Cientistas da divisão de pesquisa da Alexa AI estão desenvolvendo técnicas semi-supervisionadas e não-supervisionadas de aprendizado de máquina. Com elas, os sistemas de inteligência artificial aprendem a ficar mais responsivos sem precisar de dados previamente registrados.
Essas formas de aprendizagem também possuem suas limitações, mas ambas prometem melhorar as capacidades da Alexa. O objetivo é deixá-la mais próxima de características humanas.
“O que estamos perseguindo é a auto-aprendizagem. Aí está o nosso foco”, afirmou Ruhi Sarikaya, diretor de ciência aplicada da Amazon e da Alexa Machine Learning, em entrevista ao Venture Beat.
Os resultados dos modelos de autoaprendizagem têm pontuações de confiança associadas e aqueles que se enquadram em um intervalo predefinido são usados para treinar o sistema ainda mais.

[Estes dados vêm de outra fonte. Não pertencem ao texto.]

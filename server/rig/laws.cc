// SPDX-License-Identifier: Apache-2.0
// Laws: text → checked formula → affine form where it is one.
#include "rig/laws.h"

#include <algorithm>
#include <cmath>
#include <utility>

#include "rig/number.h"

namespace steelyard::rig {
namespace {

constexpr double kSomeTime_s = 1.7e9;  // a moment of 2023: formulas of t meet such numbers, not 0

void report_formula(const Item& item, const FormulaError& error, Problems& problems) {
  const std::string where = error.position > 0 ? "position " + std::to_string(error.position) + ": " : "";
  problems.add(item.place(), item.path, where + error.message);
}

// The formula of a scalar, or nullopt with every error reported.
std::optional<CheckedFormula> checked(const Item& item, Context& context) {
  if (!item.node->is_scalar()) {
    report_rule(item, "a formula or a number", context.problems);
    return std::nullopt;
  }
  if (!context.names_known || context.problems.full()) return std::nullopt;
  CheckedFormula out = compile_formula(item.node->text, context.scope);
  for (const FormulaError& error : out.errors) report_formula(item, error, context.problems);
  return out.formula ? std::optional(std::move(out)) : std::nullopt;
}

bool is_constant(const engine::AffineForm& form) {
  const auto is_zero = [](double v) { return v == 0.0; };
  return std::all_of(form.on_states.begin(), form.on_states.end(), is_zero) &&
         std::all_of(form.on_inputs.begin(), form.on_inputs.end(), is_zero);
}

ReadLaw law_of(const CheckedFormula& checked_formula, const Context& context) {
  ReadLaw out{checked_formula.formula, false, std::nullopt};
  if (context.starts_right) {
    out.at_start = checked_formula.formula->evaluate(context.states, context.inputs, kSomeTime_s);
  }
  if (checked_formula.uses_time || checked_formula.may_branch) return out;
  if (auto form = find_affine(*checked_formula.formula, context.state_regions, context.input_regions)) {
    out.law = *std::move(form);
    out.is_affine = true;
  }
  return out;
}

void report_start(const Item& item, double value, std::string_view rule, Problems& problems) {
  problems.add(item.place(), item.path,
               "gives " + (std::isnan(value) ? "nan" : number_text(value)) + " at the start; must be " +
                   std::string(rule) + " there");
}

}  // namespace

engine::AffineForm constant_law(const Context& context, double value) {
  return {std::vector<double>(context.states.size(), 0.0), std::vector<double>(context.inputs.size(), 0.0),
          value};
}

std::optional<ReadLaw> read_law(const Item& item, Context& context) {
  const auto formula = checked(item, context);
  if (!formula) return std::nullopt;
  ReadLaw law = law_of(*formula, context);
  if (law.at_start && !std::isfinite(*law.at_start)) {
    report_start(item, *law.at_start, "finite", context.problems);
    return std::nullopt;
  }
  return law;
}

std::optional<ReadSd> read_sd(const Item& item, Context& context) {
  if (item.node->is_scalar() && parse_number(item.node->text)) {
    const auto value = read_number(item, above(0), context.problems);
    return value ? std::optional(ReadSd{*value, nullptr}) : std::nullopt;
  }
  const auto formula = checked(item, context);
  if (!formula) return std::nullopt;
  const ReadLaw law = law_of(*formula, context);
  const double at_start = law.at_start.value_or(1.0);
  if (!std::isfinite(at_start) || at_start <= 0.0) {
    report_start(item, at_start, "finite and greater than 0", context.problems);
    return std::nullopt;
  }
  const auto* form = std::get_if<engine::AffineForm>(&law.law);
  return ReadSd{at_start, form != nullptr && is_constant(*form) ? nullptr : formula->formula};
}

}  // namespace steelyard::rig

Tais técnicas já entraram em produção, embora de forma limitada. Se um usuário da Alexa nos EUA, Canadá, Austrália, Reino Unido e Índia disser à assistente algo como “Alexa, ligue as luzes do sofá”, mas as luzes que ele quer ligadas são, na verdade, as “Living Room Lights”, a Alexa pode sugerir “Você quis dizer Living Room Lights?”
Os esforços para melhorar a capacidade de antecipação da Alexa se encaixam com a evolução do Alexa Hunches, que recomenda proativamente ações baseadas em dados de dispositivos e sensores conectados.
Se o usuário falar “Alexa, boa noite”, o assistente pode responder, “By the way, sua luz da sala de estar está ligada. Você quer que eu a desligue?”.
Além do domínio de casa inteligente, métodos não supervisionados e semi-supervisionados estão abastecendo as Alexa Skills. Elas compreendem os mais de 90.000 aplicativos de voz de 325.000 desenvolvedores disponíveis na Alexa Skills Store.
Em outro exemplo de aprendizagem não-supervisionada transformando as maneiras pelas quais os modelos da Alexa são aprendidos, os pesquisadores da Amazon descreveram uma técnica que utilizou 250 milhões de interações não registradas para reduzir os erros de reconhecimento de fala em 8%.